_WORK TO BE COMPLETED_.
Go through the lines below and copy each one that holds the string "indent".

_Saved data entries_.
--- START ---
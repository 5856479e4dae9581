#include "report/certificates/list.hpp"

#include <fmt/format.h>

#include <algorithm>
#include <sstream>

#include "report/format/csv.hpp"

namespace plumb::report {
namespace {

using nlohmann::json;

/// Columns as wide as their widest cell (header included), two spaces apart; numbers right-aligned.
class AlignedTable {
 public:
  AlignedTable(std::vector<std::string> headers, std::vector<bool> right)
      : rows_{std::move(headers)}, right_(std::move(right)) {}
  void add(std::vector<std::string> row) { rows_.push_back(std::move(row)); }
  [[nodiscard]] std::string text(const std::string& indent) const {
    std::vector<std::size_t> width(right_.size(), 0);
    for (const auto& row : rows_)
      for (std::size_t i = 0; i < row.size(); ++i) width[i] = std::max(width[i], row[i].size());
    std::string out;
    for (const auto& row : rows_) {
      std::string line = indent;
      for (std::size_t i = 0; i < row.size(); ++i) {
        const bool last = i + 1 == row.size();
        if (right_[i])
          line += fmt::format("{:>{}}", row[i], width[i]);
        else
          line += last ? row[i] : fmt::format("{:<{}}", row[i], width[i]);
        if (!last) line += "  ";
      }
      out += line + "\n";
    }
    return out;
  }

 private:
  std::vector<std::vector<std::string>> rows_;
  std::vector<bool> right_;
};

std::string issue_date(const CertificateListItem& c) {
  return c.issued_at.substr(0, 10);
}

std::string waited(int days) {
  if (days <= 0) return "issued today";
  return days == 1 ? "1 day" : fmt::format("{} days", days);
}

json optional_json(const std::optional<std::string>& s) {
  return s ? json(*s) : json();
}

json item_json(const CertificateListItem& c) {
  json j = json::object();
  j["number"] = c.number;
  j["instrument"] = c.instrument;
  j["procedure"] = c.procedure;
  j["run_id"] = c.run_id;
  j["check_date"] = to_string(c.check_date);
  j["operator"] = c.operator_name;
  j["issued_at"] = c.issued_at;
  j["issued_by"] = c.issued_by;
  j["state"] = c.state;
  j["approved_by"] = optional_json(c.approved_by);
  j["approved_at"] = optional_json(c.approved_at);
  j["superseded_at"] = optional_json(c.superseded_at);
  j["replaced_by"] = optional_json(c.replaced_by);
  j["withdrawn_at"] = optional_json(c.withdrawn_at);
  j["withdrawn_reason"] = optional_json(c.withdrawn_reason);
  return j;
}

}  // namespace

std::string certificate_list_text(const std::vector<CertificateListItem>& items, const std::string& scope) {
  std::string out = fmt::format("Certificates{}: {}\n", scope.empty() ? "" : " (" + scope + ")", items.size());
  if (items.empty()) return out + "  none matches.\n";
  AlignedTable t({"number", "instrument", "procedure", "run", "check date", "issued", "state", "approved by"},
                 {false, false, false, true, false, false, false, false});
  for (const auto& c : items)
    t.add({c.number, c.instrument, c.procedure, std::to_string(c.run_id), to_string(c.check_date), issue_date(c),
           c.replaced_by ? c.state + " by " + *c.replaced_by : c.state, c.approved_by.value_or("-")});
  return out + t.text("  ");
}

std::string certificate_list_csv(const std::vector<CertificateListItem>& items) {
  std::ostringstream out;
  CsvWriter csv(out);
  csv.header({"number", "instrument", "procedure", "run_id", "check_date", "operator", "issued_at", "issued_by",
              "state", "approved_by", "approved_at", "replaced_by", "withdrawn_reason"});
  for (const auto& c : items) {
    csv.value(c.number).value(c.instrument).value(c.procedure).integer(c.run_id).value(to_string(c.check_date));
    csv.text(c.operator_name).value(c.issued_at).text(c.issued_by).value(c.state);
    c.approved_by ? csv.text(*c.approved_by) : csv.empty();
    c.approved_at ? csv.value(*c.approved_at) : csv.empty();
    c.replaced_by ? csv.value(*c.replaced_by) : csv.empty();
    c.withdrawn_reason ? csv.text(*c.withdrawn_reason) : csv.empty();
    csv.end_row();
  }
  return out.str();
}

json certificate_list_json(const std::vector<CertificateListItem>& items) {
  json list = json::array();
  for (const auto& c : items) list.push_back(item_json(c));
  return list;
}

std::string approval_queue_text(const std::vector<CertificateListItem>& items, Date on) {
  std::string out =
      fmt::format("Awaiting approval on {}: {} draft certificate(s), oldest first\n", to_string(on), items.size());
  if (items.empty()) return out + "  nothing waits for a reviewer.\n";
  AlignedTable t({"number", "instrument", "procedure", "run", "check date", "issued", "waiting", "performed by"},
                 {false, false, false, true, false, false, false, false});
  for (const auto& c : items)
    t.add({c.number, c.instrument, c.procedure, std::to_string(c.run_id), to_string(c.check_date), issue_date(c),
           waited(c.waiting_days.value_or(0)), c.operator_name});
  out += t.text("  ");
  out +=
      "Approve one, logged in as a reviewer, with `plumb certificate approve NUMBER --meaning \"reviewed and "
      "approved\"`;\nthe reviewer must be someone other than the user who recorded or corrected the check.\n";
  return out;
}

std::string approval_queue_csv(const std::vector<CertificateListItem>& items) {
  std::ostringstream out;
  CsvWriter csv(out);
  csv.header({"number", "instrument", "procedure", "run_id", "check_date", "operator", "issued_at", "issued_by",
              "waiting_days"});
  for (const auto& c : items) {
    csv.value(c.number).value(c.instrument).value(c.procedure).integer(c.run_id).value(to_string(c.check_date));
    csv.text(c.operator_name).value(c.issued_at).text(c.issued_by).integer(c.waiting_days.value_or(0));
    csv.end_row();
  }
  return out.str();
}

json approval_queue_json(const std::vector<CertificateListItem>& items, Date on) {
  json list = json::array();
  for (const auto& c : items) {
    json j = item_json(c);
    j["waiting_days"] = c.waiting_days.value_or(0);
    list.push_back(std::move(j));
  }
  return {{"on", to_string(on)}, {"items", list}};
}

}  // namespace plumb::report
--- END ---
_ANSWER SPACE_.
  [[nodiscard]] std::string text(const std::string& indent) const {
      std::string line = indent;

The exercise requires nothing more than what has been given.